KLI

검색

Ulsan Univ. Repository Thesis General Graduate School Computer Engineering & Information Technology 2. Theses (Ph.D)

LiDAR-Camera-Based High-Performance 3-D Object Detection for Autonomous Driving

Metadata Downloads

Abstract: With the rapid development of autonomous vehicles, three-dimensional (3-D) object detection has become more important, whose purpose is to perceive the size and accurate location of objects in the real world. Currently, an intelligent car is equipped with at least one LiDAR apparatus, one radar and one RGB camera. Note that radar is now widely used in companies, however, only a few researchers use it to validate a new algorithm. Hence, our works focus on LiDAR and camera sensors for 3D object detection. LiDAR is employed to collect the surrounding 3-D data, referred to as a point cloud, and the camera is used to capture a high-resolution RGB image. The two devices provide two important and different types of data. However, it is non-trivial to highly efficiently and quickly extract and fuse the features of the point cloud and RGB image for high-performance 3-D object detection.
The work on this manuscript focus on the tasks of detecting 3-D objects with deep learning methods. First, we revisit the related works for LiDAR-Camera-based 3-D object detection (Chapter 2). Second, three attention mechanisms (Chapter 3) are used to enhance the global and local representative features. Third, we propose to fuse LiDAR and camera features in an early stage to do 3-D object detection (Chapter 4).
In Chapter 2, we first revisit the related works: the networks, the frameworks for object detection, the fusion methods for multi-sensor 3-D object detection, and the related dataset and metrics.
In Chapter 3, this thesis presents a novel one-stage 3D object detection framework based on three-attention mechanisms, called TAO3D, which takes raw point cloud and RGB image as inputs.
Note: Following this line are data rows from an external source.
/// One layer of a neighbour's soil column at its worst-settling sample.
#[derive(Debug, Clone, Serialize)]
pub struct ColumnLayer {
    /// Name.
    pub name: String,
    /// Level of its top and base, m.
    pub top_m: f64,
    /// Level of its base, m.
    pub base_m: f64,
    /// Does not compress.
    pub incompressible: bool,
    /// Head drop at its top and base, m.
    pub head_drop: HeadDrop,
    /// Pore-pressure change at its top, middle and base, kPa.
    pub du_kpa: [f64; 3],
    /// Effective-stress change at mid-layer, kPa.
    pub dsigma_mid_kpa: f64,
    /// Final settlement, m.
    pub final_m: f64,
    /// Degree of consolidation at the end of the works (`None`: no c_v or no duration).
    pub degree_at_end: Option<f64>,
}

/// The points a footprint is sampled at: corners, points along each side, an interior grid.
pub fn sample_points(footprint: &geo::Polygon<f64>) -> Vec<(String, SampleKind, [f64; 2])> {
    let ring = &footprint.exterior().0;
    let n = ring.len().saturating_sub(1);
    let mut out = Vec::new();
    for (i, c) in ring.iter().take(n).enumerate() {
        out.push((format!("corner {}", i + 1), SampleKind::Corner, [c.x, c.y]));
    }
    for (i, w) in ring.windows(2).enumerate() {
        let len = (w[1].x - w[0].x).hypot(w[1].y - w[0].y);
        let step = (len / 10.0).clamp(0.5, 2.0);
        let m = (len / step).ceil().max(1.0) as usize;
        for j in 1..m {
            let t = j as f64 / m as f64;
            out.push((
                format!("side {}.{}", i + 1, j),
                SampleKind::Edge,
                [
                    w[0].x + t * (w[1].x - w[0].x),
                    w[0].y + t * (w[1].y - w[0].y),
                ],
            ));
        }
    }
    if let Some(bb) = footprint.bounding_rect() {
        let span = bb.width().max(bb.height());
        let mut h = (span / 12.0).max(0.5);
        while (bb.width() / h + 1.0) * (bb.height() / h + 1.0) > MAX_INTERIOR as f64 {
            h *= 1.25;
        }
        let nx = (bb.width() / h).floor() as usize + 1;
        let ny = (bb.height() / h).floor() as usize + 1;
        let x0 = bb.min().x + (bb.width() - (nx - 1) as f64 * h) / 2.0;
        let y0 = bb.min().y + (bb.height() - (ny - 1) as f64 * h) / 2.0;
        let mut k = 0;
        for j in 0..ny {
            for i in 0..nx {
                let p = [x0 + i as f64 * h, y0 + j as f64 * h];
                if footprint.contains(&Point::new(p[0], p[1])) {
                    k += 1;
                    out.push((format!("inside {k}"), SampleKind::Interior, p));
                }
            }
        }
    }
    out
}

/// The form of Δσ′ a neighbour uses.
pub fn stress_form(n: &Neighbour) -> StressForm {
    if n.buoyancy_loss {
        StressForm::BuoyancyLoss
    } else {
        StressForm::Simple
    }
}

/// Level the neighbour's soil profile starts from, m, and why.
pub fn profile_top(model: &Model, n: &Neighbour) -> (f64, String) {
    match n.foundation_level {
        Some(z) => (z, "foundation level".into()),
        None => (
            model.ground_level,
            "ground level (no foundation_level given)".into(),
        ),
    }
}
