#[rustfmt::skip]
const CASES: &[Case] = &[
    // Units.
    case("missing_unit.toml", Slot("conductivity"), "m/s", Some("conductivity = \"2e-4\"")),
    case("bare_number_unit.toml", Slot("conductivity"), "\"2e-4 m/s\"", Some("conductivity = 2e-4")),
    case("wrong_unit_kind.toml", Slot("conductivity"), "units: m/s, cm/s", Some("conductivity = \"3 L/s\"")),
    case("unknown_unit.toml", Slot("conductivity"), "did you mean \"m/s\"?", Some("conductivity = \"2e-4 m/sec\"")),
    case("misspelt_length_unit.toml", Slot("ground_level"), "did you mean \"m\"?", Some("ground_level = ")),
    case("decimal_comma.toml", Slot("ground_level"), "\"10.5 m\"", Some("ground_level = ")),
    // Aquifer.
    case("negative_conductivity.toml", Slot("aquifer.conductivity"), "1e-9 … 1 m/s", Some("conductivity = ")),
    case("zero_conductivity.toml", Slot("aquifer.conductivity"), "1e-9 … 1 m/s", Some("conductivity = ")),
    case("groundwater_below_base.toml", Slot("aquifer.groundwater_level"), "must be above the aquifer base", Some("groundwater_level = ")),
    case("water_table_above_ground.toml", Slot("aquifer.groundwater_level"), "use kind = \"confined\"", Some("groundwater_level = ")),
    case("unconfined_with_top.toml", Slot("aquifer.top_level"), "set kind = \"confined\"", Some("top_level = ")),
    case("confined_without_top.toml", Slot("aquifer.top_level"), "needs top_level", None),
    case("leaky_without_leakage.toml", Slot("aquifer"), "leakage_factor (e.g. \"800 m\")", None),
    case("unknown_aquifer_kind.toml", Slot("aquifer.kind"), "valid: \"unconfined\", \"confined\", \"leaky\"", None),
    case("specific_yield_out_of_range.toml", Slot("aquifer.specific_yield"), "0.05 … 0.3", None),
    case("missing_aquifer.toml", Slot("aquifer"), "drydig new FILE", None),
    case("string_instead_of_table.toml", Slot("aquifer"), "[aquifer] section", Some("aquifer = \"sand and gravel\"")),
    // Excavation.
    case("formation_above_ground.toml", Slot("excavation[1].formation_level"), "must be below ground level", Some("formation_level = ")),
    case("target_below_aquifer_base.toml", Slot("excavation[1].target_margin"), "below the aquifer base (-6 m)", Some("target_margin = ")),
    case("negative_margin.toml", Slot("excavation[1].target_margin"), "0 … 5 m", Some("target_margin = ")),
    case("duplicate_excavation_names.toml", Slot("excavation[2].name"), "needs its own name", Some("[[50, 0]")),
    case("missing_outline.toml", Named("missing field `outline`"), "drydig new FILE", Some("[[excavation]]")),
    case("name_is_a_number.toml", Slot("name"), "expected a string", Some("name = 7")),
    // Outlines and points.
    case("outline_two_points.toml", Slot("excavation[1].outline"), "at least 3 distinct points", Some("outline = ")),
    case("outline_self_intersecting.toml", Slot("excavation[1].outline"), "crosses itself", Some("outline = ")),
    case("outline_collinear.toml", Slot("excavation[1].outline"), "lie on one straight line", Some("outline = ")),
    case("outline_figure_of_eight.toml", Slot("excavation[1].outline"), "crosses itself (edges 1 and 3 cross)", Some("outline = ")),
    case("excavation_single_brackets.toml", Slot("excavation"), "write [[excavation]] (double brackets)", Some("[excavation]")),
    case("centre_line_one_point.toml", Slot("excavation[1].centre_line"), "at least 2 points", Some("centre_line = ")),
    case("outline_nan_point.toml", Slot("excavation[1].outline"), "two finite numbers in metres", Some("outline = ")),
    case("point_with_three_numbers.toml", Slot("excavation[1].outline"), "must be [x, y]", Some("outline = ")),
    case("lonlat_coordinates.toml", Slot("excavation[1].outline"), "projected system", Some("outline = ")),
    case("check_point_nan.toml", Slot("checks.point[1].x"), "finite numbers in metres", None),
    // Influence.
    case("cooper_jacob_without_time.toml", Slot("influence.pumping_time"), "\"14 days\"", None),
    case("fixed_without_distance.toml", Slot("influence.distance"), "\"150 m\"", None),
    case("unknown_influence_method.toml", Slot("influence.method"), "valid: \"sichardt\"", None),
    // Allowances, wells, layout.
    case("contingency_out_of_range.toml", Slot("allowances.contingency"), "0.5 = 50 %", Some("contingency = ")),
    case("capacity_fraction_out_of_range.toml", Slot("allowances.capacity_fraction"), "0.8 = 80 %", Some("capacity_fraction = ")),
    case("relieve_without_uplift.toml", Slot("excavation[1].control"), "needs an [uplift] section", None),
    case("well_radius_too_big.toml", Slot("wells.radius"), "0.025 … 0.5 m", Some("radius = ")),
    case("screen_base_above_top.toml", Slot("wells.screen_base"), "below the screen top", Some("screen_base = ")),
    case("screen_top_above_ground.toml", Slot("wells.screen_top"), "at or below ground", Some("screen_top = ")),
    case("standby_negative.toml", Slot("standby"), "a whole number, 0 or more", Some("standby = -1")),
    case("layout_unknown_kind.toml", Slot("layout.kind"), "valid: \"ring\", \"line\", \"listed\", \"csv\"", None),
    case("layout_unknown_excavation.toml", Slot("layout.excavation"), "valid: \"Pit A\"", None),
    case("ring_too_few_wells.toml", Slot("layout.count"), "at least 3 wells", None),
    // Boundaries, neighbours, checks, uplift, output.
    case("boundary_crossing_excavation.toml", Slot("boundary[1].line"), "wholly to one side", Some("line = [[15, -100]")),
    case("boundaries_oblique.toml", Slot("boundary"), "180°/n", None),
    case("well_across_boundary.toml", Slot("well"), "beyond boundary \"River\"", None),
    case("well_in_constant_head_line.toml", Slot("well"), "at least a well radius inland", None),
    case("check_point_across_boundary.toml", Slot("checks.point[1]"), "move it to the aquifer side", None),
    case("neighbour_across_boundary.toml", Slot("neighbour[1].footprint"), "10.00 m beyond boundary", None),
    case("boundary_one_point.toml", Slot("boundary[1].line"), "two distinct points", Some("line = [[-50, -100]]")),
    case("wall_one_point.toml", Slot("wall[1].line"), "at least 2 points", Some("line = [[-10, 40]]")),
    case("wall_sealing_the_dig.toml", Slot("wall[1]"), "toe_level above the base", None),
    case("duplicate_neighbour_names.toml", Slot("neighbour[2].name"), "needs its own name", Some("[[40, 0]")),
    case("negative_distortion.toml", Slot("neighbour[1].allowable_distortion"), "\"1/500\"", Some("allowable_distortion = ")),
    case("neighbour_layer_two_compressibilities.toml", Slot("neighbour[1].layer[1]"), "give exactly one of", None),
    case("neighbour_ocr_without_cr.toml", Slot("neighbour[1].layer[1]"), "needs c_r", None),
    case("neighbour_drainage_sideways.toml", Slot("neighbour[1].layer[1].drainage"), "valid: \"both\" (default), \"top\" or \"bottom\"", None),
    case("grid_spacing_in_mm.toml", Slot("checks.grid_spacing"), "usual 1 … 5 m", Some("grid_spacing = ")),
    case("uplift_layer_above_formation.toml", Slot("uplift.layer_top"), "below the formation level", Some("layer_top = ")),
    case("unknown_output_units.toml", Slot("units"), "`si` or `us`", Some("units = \"imperial\"")),
    case("empty_site_name.toml", Slot("site.name"), "must not be empty", None),
    // Field names and file structure.
    case("unknown_field.toml", Slot("condutivity"), "did you mean `conductivity`?", Some("condutivity = ")),
    case("unknown_section.toml", Slot("drainage"), "valid fields here: site, aquifer", Some("[drainage]")),
    case("duplicate_key.toml", Slot("conductivity"), "give each field once", Some("conductivity = \"3e-4 m/s\"")),
    case("empty.toml", WholeFile, "[site], [aquifer], one [[excavation]] and [influence]", None),
    case("not_toml.toml", WholeFile, "`key = value` lines under [section] headers", Some("This is the pit")),
    case("binary_junk.bin", WholeFile, "a design file is TOML text", None),
    // Robustness (issue 9): written by scripts/gen_robustness_corpus.py.
    case("level_in_km_overflows.toml", Slot("ground_level"), "beyond the largest length", Some("ground_level = ")),
    case("conductivity_overflows_in_cm_per_s.toml", Slot("conductivity"), "beyond the largest hydraulic conductivity", Some("conductivity = ")),
    case("conductivity_below_any_soil.toml", Slot("conductivity"), "below the smallest non-zero hydraulic conductivity", Some("conductivity = ")),
    case("rate_overflows_in_m3_per_h.toml", Slot("rate"), "beyond the largest flow rate", Some("rate = \"1e300")),
    case("pumping_time_overflows_in_weeks.toml", Slot("pumping_time"), "beyond the largest duration", Some("pumping_time = ")),
    case("compressibility_absurd.toml", Slot("m_v"), "beyond the largest coefficient of volume compressibility", Some("m_v = ")),
    case("layer_thickness_1e300_m.toml", Slot("thickness"), "beyond the largest length", Some("thickness = ")),
    case("well_radius_a_nanometre.toml", Slot("radius"), "below the smallest non-zero length", Some("radius = ")),
    case("soil_weight_overflows.toml", Slot("soil_unit_weight"), "beyond the largest unit weight", Some("soil_unit_weight = ")),
    case("groundwater_level_50_km.toml", Slot("aquifer.groundwater_level"), "of the datum", Some("groundwater_level = ")),
    case("formation_level_minus_20_km.toml", Slot("excavation[1].formation_level"), "of the datum", Some("formation_level = ")),
    case("piezometric_level_far.toml", Slot("uplift.piezometric_level"), "of the datum", Some("piezometric_level = ")),
    case("sichardt_c_1e300.toml", Slot("influence.sichardt_c"), "outside what a site can have", None),
    case("storativity_infinite.toml", Slot("aquifer.storativity"), "outside what a site can have", None),
    case("trench_aspect_1e300.toml", Slot("allowances.trench_aspect_ratio"), "outside what a site can have", None),
    case("compression_index_1e300.toml", Slot("neighbour[1].layer[1].c_c"), "outside what a site can have", None),
    case("distance_of_influence_collapses.toml", Slot("influence"), "distance of influence", None),
    case("fixed_distance_a_millimetre.toml", Slot("influence"), "distance of influence", None),
    case("leakage_factor_near_zero.toml", Slot("aquifer.leakage_factor"), "below 0.1 m", None),
    case("aquitard_resistance_a_millisecond.toml", Slot("aquifer.leakage_factor"), "below 0.1 m", None),
    case("cooper_jacob_instant.toml", Slot("influence"), "distance of influence", None),
    case("ring_of_a_billion_wells.toml", Slot("layout.count"), "give a smaller count", None),
    case("standby_a_hundred_million.toml", Slot("wells.standby"), "usual 1 … 3", None),
    case("grid_of_a_kilometre_pit_at_0_1_m.toml", Slot("checks.grid_spacing"), "give a larger checks.grid_spacing", None),
    case("neighbour_with_300_layers.toml", Slot("neighbour[1].layer"), "give fewer soil layers", None),
    case("outline_at_1e300.toml", Slot("excavation[1].outline"), "beyond ±1e7 m", Some("outline = ")),
    case("outline_at_1e154.toml", Slot("excavation[1].outline"), "projected coordinates", Some("outline = ")),
    case("listed_well_at_1e154.toml", Slot("well[1].x"), "beyond ±1e7 m", None),
    case("named_point_at_1e300.toml", Slot("checks.point[1].x"), "beyond ±1e7 m", None),
    case("boundary_points_at_1e300.toml", Slot("boundary[1].line"), "beyond ±1e7 m", Some("line = [[-1e300")),
    case("footprint_far_away.toml", Slot("neighbour[1].footprint"), "beyond ±1e7 m", Some("footprint = ")),
    case("keep_out_far_away.toml", Slot("keep_out[1].outline"), "beyond ±1e7 m", Some("outline = [[1e9")),
    case("centre_line_far_away.toml", Slot("layout.centre_line"), "beyond ±1e7 m", Some("centre_line = ")),
    case("site_name_with_escape_codes.toml", Slot("site.name"), "control character", None),
    case("excavation_name_with_newline.toml", Slot("excavation[1].name"), "control character", None),
    case("well_name_with_tab.toml", Slot("well[1].name"), "control character", None),
    case("neighbour_name_with_bell.toml", Slot("neighbour[1].name"), "control character", None),
    case("layer_name_with_carriage_return.toml", Slot("neighbour[1].layer[1].name"), "control character", None),
    case("boundary_name_with_delete.toml", Slot("boundary[1].name"), "control character", None),
    case("point_name_with_nul.toml", Slot("checks.point[1].name"), "control character", None),
    case("keep_out_name_with_escape.toml", Slot("keep_out[1].name"), "control character", None),
    case("datum_with_form_feed.toml", Slot("site.datum"), "control character", None),
    case("site_name_is_nan.toml", Slot("site.name"), "choose another name", None),
    case("site_name_too_long.toml", Slot("site.name"), "shorten it", None),
    // Site CRS (issue 18.3, 19.6).
    case("crs_in_us_survey_feet.toml", Slot("site.crs"), "+units=m", None),
    case("crs_web_mercator_at_52_north.toml", Slot("site.crs"), "point scale factor is 1.624", None),
    case("crs_scale_factor_zero.toml", Slot("site.crs"), "scale factor at the origin between 0.5 and 2", None),
    case("crs_scale_factor_negative.toml", Slot("site.crs"), "scale factor at the origin between 0.5 and 2", None),
    case("crs_latitude_of_origin_95.toml", Slot("site.crs"), "a latitude within ±90°", None),
    case("crs_absurd_datum_shift.toml", Slot("site.crs"), "not a datum shift a real datum has", None),
    case("crs_gda2020_not_built_in.toml", Slot("site.crs"), "+proj=utm +zone=55 +south", None),
    case("crs_geographic.toml", Slot("site.crs"), "projected or local grid", None),
    // Programme (issue 19.2, 19.8).
    case("programme_map_times_same_file.toml", Slot("programme.map_times[2]"), "at least 0.1 day apart", None),
    case("programme_point_at_1e300.toml", Slot("programme.point[1].x"), "within ±1e7 m", None),
    case("programme_stage_named_nan.toml", Slot("programme.stage[1].name"), "choose another name", None),
    case("programme_point_name_with_escape.toml", Slot("programme.point[1].name"), "control character", None),
    // Layered ground (issue 21).
    case("layer_listed_bottom_up.toml", Slot("layer[0].base_level"), "list layers from the top down", None),
    case("layer_aquitard_at_the_bottom.toml", Slot("layer"), "no aquifer", None),
];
Three attention mechanisms are used to obtain discriminative features. First, the height attention (HA) mechanism is introduced as an auxiliary attention module before the RGB image is fed into a network. Second, a
global feature attention (GFA) mechanism models the long-range dependencies in the channel and spatial dimensions simultaneously at the feature extraction phase. Finally, a region of interest attention (RA) mechanism weights RGB image ROIs and BEV ROIs using two learnable parameters.
In Chapter 4, this thesis first presents an early-fusion method to exploit both LiDAR and camera data for fast 3D object detection with only one backbone, achieving a good balance between accuracy and efficiency. Specifically, it proposes a novel point-wise fusion strategy between point clouds and RGB images. The proposed method directly extracts pointwise features from the raw RGB image based on the raw point cloud first. Then, it fuses the two pointwise features and feeds them into a 3D neural network. The structure has only one backbone to extract features, making the proposed model much faster than state-of-the-art LiDAR and camera fusion methods.
The presented methods achieve a new breakthrough in terms of both accuracy and speed on the KITTI 3-D object detection benchmark suite.